## WHAT TO DO:
Look through the data below and extract, unchanged, the lines from the one that contains "let expected = 0;" to the one that contains "it with room", both included.

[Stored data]
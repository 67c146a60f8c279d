import { describe, expect, test } from "vitest";
import { fosterToModal, lockoutAfterBurst, uniformBurst } from "../../src/index.js";
import { expectClose } from "../helpers/expectClose.js";
import { rectangularFault } from "./scenarios.js";

// One RC stage (lumped capacitance, Incropera et al., 7th ed. (2011), §5.2, eq. 5.6). A burst of N
// pulses every T from ambient ends at θN = S·(1 − q^N)/(1 − q), S = P·R·(1 − e^(−t_on/τ)), q = e^(−T/τ).
// After a lockout L (from the end of the burst's last pulse) a second burst's k-th pulse ends at
//   θN·e^(−L/τ)·e^(−((k − 1)·T + t_on)/τ) + S·(1 − q^k)/(1 − q),
// so it is safe for L ≥ max over k of −τ·ln((ΔT − S_k)/(θN·e^(−((k − 1)·T + t_on)/τ))), and the part
// is back within δ of ambient after τ·ln(θN/δ).
describe("lockoutAfterBurst", () => {
  const R = 2;
  const tau = 10;
  const P = 50;
  const onS = 1;
  const T = 1.3;
  const N = 8;
  const dT = 60;
  const model = fosterToModal({ kind: "foster", stages: [{ rKPerW: R, tauS: tau }] });
  const corner = rectangularFault("one stage", model, P, onS, { ambientC: 25, limitC: 90, marginK: 5 });

  test("one stage: lockout and return to ambient match the closed forms", () => {
    const S = P * R * -Math.expm1(-onS / tau);
    const q = Math.exp(-T / tau);
    const Sk = (k: number): number => (S * (1 - q ** k)) / (1 - q);
    const thetaN = Sk(N);
    let expected = 0;
    for (let k = 1; k <= N; k++) expected = Math.max(expected, -tau * Math.log((dT - Sk(k)) / (thetaN * Math.exp(-((k - 1) * T + onS) / tau))));
    const answer = lockoutAfterBurst([corner], uniformBurst(N, T, "start-to-start"), { ambientReturnK: 2 });
    expect(answer.burstSafe).toBe(true);
    // bisection to 1e-9 of the bracket; 1e-6 relative covers it with room
    expectClose(answer.minimumLockoutS!, expected, { rel: 1e-6 });
    expectClose(answer.ambientReturnS, tau * Math.log(thetaN / 2), { rel: 1e-6 });
    expect(answer.bands).toHaveLength(1);
    expect(answer.governing.corner).toBe("one stage");
    expectClose(answer.burstEndS, (N - 1) * T + onS, { rel: 1e-15 });
  });

  test("a cool burst needs no lockout", () => {
    const answer = lockoutAfterBurst([corner], uniformBurst(2, 5, "start-to-start"));
    expect(answer.minimumLockoutS).toBe(0);
  });
});
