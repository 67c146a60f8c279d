import { describe, expect, test } from "vitest";
import { defaultCircuitModels, firstWaitCandidates, lockoutAfterBurst, profileRetrySetup } from "../../src/index.js";
import { expectClose } from "../helpers/expectClose.js";
import {
  DANGER_STEP,
  PEAK_TOLERANCE_K,
  type SimulatedPeak,
  attemptsWithWaits,
  bundledText,
  endToStartTrain,
  loadAs,
  planOf,
  retryBlockOf,
  simulateCorners,
  uniformRetry,
  withRetryKeys,
} from "./closedLoopFixtures.js";

// Closed loop for `heatledger retries`: every answer is written back into the bundled profile it
// came from (its parts, networks, limits and circuit; each retry plan corner's ambient, bus
// voltage and capacitance substituted in turn; the events replaced by what the answer says) and
// run through simulate. The planner's first attempt starts from an empty capacitor and a part at
// ambient, so the written-back events start the burst at t = 0 with nothing before it. Each
// answer must keep every corner at or below limit − margin (within PEAK_TOLERANCE_K, see there),
// and the answer moved 2 % toward danger must cross limit − margin in some corner. Where the move
// cannot cross because the answer sits on a bound of its own (no wait at all, the shortest
// interval an attempt allows, the smallest back-off factor), the test says so and asserts it.
// home-storage-400v.yaml is left out: its linear-MOSFET planner run takes minutes.

const HEAT_PUMP = "heat-pump-trip-retries.yaml";
const ROBOT = "warehouse-robot-48v.yaml";
const BOAT = "electric-boat-72v-supervision.yaml";

const faultOf = (text: string): unknown => retryBlockOf(text)["fault"];

/** Peak of the burst at a uniform interval, written back in the answer's spacing. */
function uniformBurstPeak(name: string, attempts: number, intervalS: number, spacing: string): SimulatedPeak {
  const text = bundledText(name);
  const events =
    spacing === "start-to-start" ? uniformRetry(faultOf(text), attempts, intervalS, 0) : attemptsWithWaits(faultOf(text), new Array<number>(attempts - 1).fill(intervalS));
  return simulateCorners(text, name, events);
}

/**
 * Enough attempts at one interval for the slowest thermal mode to settle: 15 slowest time
 * constants (what is left of the start is e^(−15) ≈ 3e-7 of it, far below the kelvins a 2 % move
 * changes), written in the answer's spacing.
 */
function foreverTrain(name: string, intervalS: number, spacing: string, attemptS: number, slowestTauS: number): SimulatedPeak {
  const text = bundledText(name);
  const period = spacing === "start-to-start" ? intervalS : intervalS + attemptS;
  const count = Math.ceil((15 * slowestTauS) / period);
  const events = spacing === "start-to-start" ? uniformRetry(faultOf(text), count, intervalS, 0) : endToStartTrain(faultOf(text), count, intervalS);
  return simulateCorners(text, name, events);
}

const slowestTau = (name: string): number => Math.max(...planOf(name).setup.scenarios.flatMap((s) => s.model.tauS));

describe("answer 1, shortest uniform interval: written back as a burst, simulated", () => {
  // Band edges and what binds each: "thermal" edges are where some corner's peak reaches
  // limit − margin, so 2 % toward danger (shorter at a lower edge, longer at an upper one) crosses.
  // The heat pump's first band starts at 0 s (end to start): no interval is shorter, and a quick
  // retry finds the bus still charged and costs the resistor little.
  test.each([
    { name: ROBOT, lower: ["thermal"], upper: [] as string[] },
    { name: BOAT, lower: ["thermal"], upper: [] as string[] },
    { name: HEAT_PUMP, lower: ["zero interval", "thermal"], upper: ["thermal"] },
  ])("$name: every band edge holds, and 2 % beyond each thermal edge crosses limit − margin", ({ name, lower, upper }) => {
    const answer = planOf(name).uniformInterval;
    const n = answer.attempts;
    expect(answer.bands.map((b) => (b.fromS === 0 ? "zero interval" : "thermal"))).toEqual(lower);
    expect(answer.bands.filter((b) => !b.openEnded)).toHaveLength(upper.length);
    expect(answer.minimumIntervalS).toBe(answer.bands[0]!.fromS);
    for (const band of answer.bands) {
      const at = uniformBurstPeak(name, n, band.fromS, answer.spacing);
      expect(at.headroomK, `${name} at ${band.fromS} s`).toBeGreaterThanOrEqual(-PEAK_TOLERANCE_K);
      if (band.fromS === 0) {
        // the binding reason is the bound itself: 0 s × 0.98 is the same schedule; the attempts
        // stay inside the margin with room to spare
        expect(answer.spacing).toBe("end-to-start");
        expect(at.headroomK).toBeGreaterThan(1);
      } else {
        const closer = uniformBurstPeak(name, n, band.fromS * (1 - DANGER_STEP), answer.spacing);
        expect(closer.headroomK, `${name} at 0.98 × ${band.fromS} s`).toBeLessThan(-PEAK_TOLERANCE_K);
      }
      if (!band.openEnded) {
        const end = uniformBurstPeak(name, n, band.toS, answer.spacing);
        expect(end.headroomK, `${name} at ${band.toS} s`).toBeGreaterThanOrEqual(-PEAK_TOLERANCE_K);
        const beyond = uniformBurstPeak(name, n, band.toS * (1 + DANGER_STEP), answer.spacing);
        expect(beyond.headroomK, `${name} at 1.02 × ${band.toS} s`).toBeLessThan(-PEAK_TOLERANCE_K);
      }
    }
  });
});

describe("answer 3, shortest interval for retrying for ever: a long train written back, simulated", () => {
  test.each([
    { name: ROBOT, lower: ["thermal"] },
    { name: BOAT, lower: ["thermal"] },
    { name: HEAT_PUMP, lower: ["zero interval", "thermal"] },
  ])("$name: every band edge holds over 15 slowest time constants, and 2 % beyond each thermal edge crosses", ({ name, lower }) => {
    const answer = planOf(name).forever;
    expect(answer.proven).toBe(true);
    expect(answer.bands.map((b) => (b.fromS === 0 ? "zero interval" : "thermal"))).toEqual(lower);
    // the attempt's own length (timeout, or charge plus trip delay) is what an end-to-start train
    // adds to each period; the longest over corners is used to size the train
    const attemptS = Math.max(...planOf(name).fastest.perCorner.map((c) => c.attempts[0]!.durationS));
    const tau = slowestTau(name);
    for (const band of answer.bands) {
      const at = foreverTrain(name, band.fromS, answer.spacing, attemptS, tau);
      expect(at.headroomK, `${name} at ${band.fromS} s`).toBeGreaterThanOrEqual(-PEAK_TOLERANCE_K);
      if (band.fromS === 0) expect(at.headroomK).toBeGreaterThan(1); // bound: no interval is shorter
      else expect(foreverTrain(name, band.fromS * (1 - DANGER_STEP), answer.spacing, attemptS, tau).headroomK).toBeLessThan(-PEAK_TOLERANCE_K);
      if (!band.openEnded) {
        expect(foreverTrain(name, band.toS, answer.spacing, attemptS, tau).headroomK).toBeGreaterThanOrEqual(-PEAK_TOLERANCE_K);
        expect(foreverTrain(name, band.toS * (1 + DANGER_STEP), answer.spacing, attemptS, tau).headroomK).toBeLessThan(-PEAK_TOLERANCE_K);
      }
    }
  });
});

describe("answer 4, fastest safe schedule and its back-off rule: written back attempt by attempt, simulated", () => {
  const waitsOf = (name: string): number[] => planOf(name).fastest.schedule.slice(1).map((s) => s.waitS!);

  test.each([ROBOT, BOAT, HEAT_PUMP])("%s: the schedule holds, simulate's peak is the planner's highest own peak", (name) => {
    const plan = planOf(name);
    expect(plan.fastest.schedule).toHaveLength(plan.setup.attempts);
    const sim = simulateCorners(bundledText(name), name, attemptsWithWaits(faultOf(bundledText(name)), waitsOf(name)));
    expect(sim.headroomK).toBeGreaterThanOrEqual(-PEAK_TOLERANCE_K);
    const plannerPeak = Math.max(...plan.fastest.perCorner.flatMap((c) => c.attempts.map((a) => a.peakC)));
    // same exact modal sums by two code paths: rounding only (see PEAK_TOLERANCE_K)
    expectClose(sim.peakC, plannerPeak, { abs: PEAK_TOLERANCE_K });
  });

  // Which waits are thermal edges: an attempt whose own peak reaches limit − margin was placed at
  // the earliest safe moment, so starting it 2 % sooner crosses. An attempt that may follow the
  // previous one at once (wait 0 s) is bound by that: it cannot start earlier, and its own peak
  // stays below limit − margin (the robot's and boat's first attempts have not yet heated the
  // housing; every heat-pump restart finds the bus still charged and costs the resistor nothing).
  test.each([
    { name: ROBOT, zeroWaits: [2, 3], thermal: [4, 5, 6, 7, 8] },
    { name: BOAT, zeroWaits: [2], thermal: [3] },
    { name: HEAT_PUMP, zeroWaits: [2, 3, 4, 5, 6, 7, 8, 9, 10, 11, 12], thermal: [] as number[] },
  ])("$name: each wait 2 % shorter crosses limit − margin, or the wait is 0 s", ({ name, zeroWaits, thermal }) => {
    const schedule = planOf(name).fastest.schedule;
    const fault = faultOf(bundledText(name));
    expect(schedule.filter((s) => s.waitS === 0).map((s) => s.attempt)).toEqual(zeroWaits);
    expect(schedule.filter((s) => s.waitS !== null && s.waitS > 0).map((s) => s.attempt)).toEqual(thermal);
    for (const s of schedule) {
      if (s.waitS === 0) expect(s.governing.headroomK, `attempt ${s.attempt}`).toBeGreaterThan(1);
      if (s.waitS === null || s.waitS === 0) continue;
      expect(s.governing.headroomK).toBeLessThan(PEAK_TOLERANCE_K);
      const waits = waitsOf(name).map((w, i) => (i === s.attempt - 2 ? w * (1 - DANGER_STEP) : w));
      const sim = simulateCorners(bundledText(name), name, attemptsWithWaits(fault, waits));
      expect(sim.headroomK, `attempt ${s.attempt} 2 % sooner`).toBeLessThan(-PEAK_TOLERANCE_K);
    }
  });

  const ruleWaits = (firstWaitS: number, growth: number, attempts: number): number[] => Array.from({ length: attempts - 1 }, (_, k) => firstWaitS * growth ** k);

  test("robot: the back-off rule holds, and its waits 2 % shorter cross limit − margin (its growth factor is a thermal edge)", () => {
    const plan = planOf(ROBOT);
    const rule = plan.backoff!.rule!;
    const text = bundledText(ROBOT);
    const at = simulateCorners(text, ROBOT, attemptsWithWaits(faultOf(text), ruleWaits(rule.firstWaitS, rule.growthFactor, plan.setup.attempts)));
    expect(at.headroomK).toBeGreaterThanOrEqual(-PEAK_TOLERANCE_K);
    expect(rule.growthFactor).toBeGreaterThan(1);
    const shorter = ruleWaits(rule.firstWaitS, rule.growthFactor, plan.setup.attempts).map((w) => w * (1 - DANGER_STEP));
    expect(simulateCorners(text, ROBOT, attemptsWithWaits(faultOf(text), shorter)).headroomK).toBeLessThan(-PEAK_TOLERANCE_K);
    // the growth factor alone 2 % smaller crosses too
    const slower = ruleWaits(rule.firstWaitS, rule.growthFactor * (1 - DANGER_STEP), plan.setup.attempts);
    expect(simulateCorners(text, ROBOT, attemptsWithWaits(faultOf(text), slower)).headroomK).toBeLessThan(-PEAK_TOLERANCE_K);
  });

  test("boat: the back-off rule holds; it is bound by its smallest growth factor (1) and a first wait taken from the fastest schedule, not by the limit", () => {
    const plan = planOf(BOAT);
    const rule = plan.backoff!.rule!;
    const text = bundledText(BOAT);
    const waits = ruleWaits(rule.firstWaitS, rule.growthFactor, plan.setup.attempts);
    const at = simulateCorners(text, BOAT, attemptsWithWaits(faultOf(text), waits));
    expect(at.headroomK).toBeGreaterThan(1);
    // why 2 % shorter does not cross: a growth factor below 1 is no back-off, and the rule's first
    // wait is one of the fastest schedule's waits (the planner offers rules built on those)
    expect(rule.growthFactor).toBe(1);
    expect(firstWaitCandidates(plan.fastest)).toContain(rule.firstWaitS);
    expect(simulateCorners(text, BOAT, attemptsWithWaits(faultOf(text), waits.map((w) => w * (1 - DANGER_STEP)))).headroomK).toBeGreaterThan(0);
  });

  test("heat pump: every restart may follow the previous one at once, so there is no back-off rule to check", () => {
    const plan = planOf(HEAT_PUMP);
    expect(plan.fastest.schedule.every((s) => s.waitS === null || s.waitS === 0)).toBe(true);
    expect(plan.backoff).toBeNull();
  });
});

describe("answer 5, lockout after a burst: burst, lockout, the same burst again, simulated", () => {
  /** The profile's own retry block twice, the first with the given lockout, then a cooling tail. */
  const twoBursts = (text: string, lockoutS: number): unknown[] => {
    const block = retryBlockOf(text);
    return [{ retry: { ...block, lockout: lockoutS } }, { retry: { ...block, lockout: 60 } }];
  };

  test.each([ROBOT, BOAT, HEAT_PUMP])("%s (bundled): no lockout is needed; the same burst again at once holds (0 s is the bound: no lockout is shorter)", (name) => {
    const lockout = planOf(name).lockout;
    expect(lockout.burstSafe).toBe(true);
    expect(lockout.minimumLockoutS).toBe(0);
    const sim = simulateCorners(bundledText(name), name, twoBursts(bundledText(name), 0));
    expect(sim.headroomK).toBeGreaterThanOrEqual(-PEAK_TOLERANCE_K);
    expect(lockout.governing.headroomK).toBeGreaterThan(1);
  });

  // The bundled bursts need no lockout, so the crossing is shown on the same profiles with a
  // denser burst (keys of the retry block changed, everything else as bundled).
  test.each([
    { name: ROBOT, retry: { interval: 1.2, backoff: 1, maxInterval: 1.2 } },
    { name: BOAT, retry: { interval: 1.5 } },
    { name: HEAT_PUMP, retry: { interval: 0.6 } },
  ])("$name with a burst of $retry: the lockout holds, 2 % shorter crosses limit − margin", ({ name, retry }) => {
    const text = withRetryKeys(bundledText(name), retry);
    const setup = profileRetrySetup(loadAs(text, name), defaultCircuitModels);
    const answer = lockoutAfterBurst(setup.scenarios, setup.policy);
    expect(answer.burstSafe).toBe(true);
    const l = answer.minimumLockoutS!;
    expect(l).toBeGreaterThan(1);
    expect(simulateCorners(text, name, twoBursts(text, l)).headroomK).toBeGreaterThanOrEqual(-PEAK_TOLERANCE_K);
    expect(simulateCorners(text, name, twoBursts(text, l * (1 - DANGER_STEP))).headroomK).toBeLessThan(-PEAK_TOLERANCE_K);
  });
});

## SOLVED EXERCISE:
    let expected = 0;
    for (let k = 1; k <= N; k++) expected = Math.max(expected, -tau * Math.log((dT - Sk(k)) / (thetaN * Math.exp(-((k - 1) * T + onS) / tau))));
    const answer = lockoutAfterBurst([corner], uniformBurst(N, T, "start-to-start"), { ambientReturnK: 2 });
    expect(answer.burstSafe).toBe(true);
    // bisection to 1e-9 of the bracket; 1e-6 relative covers it with room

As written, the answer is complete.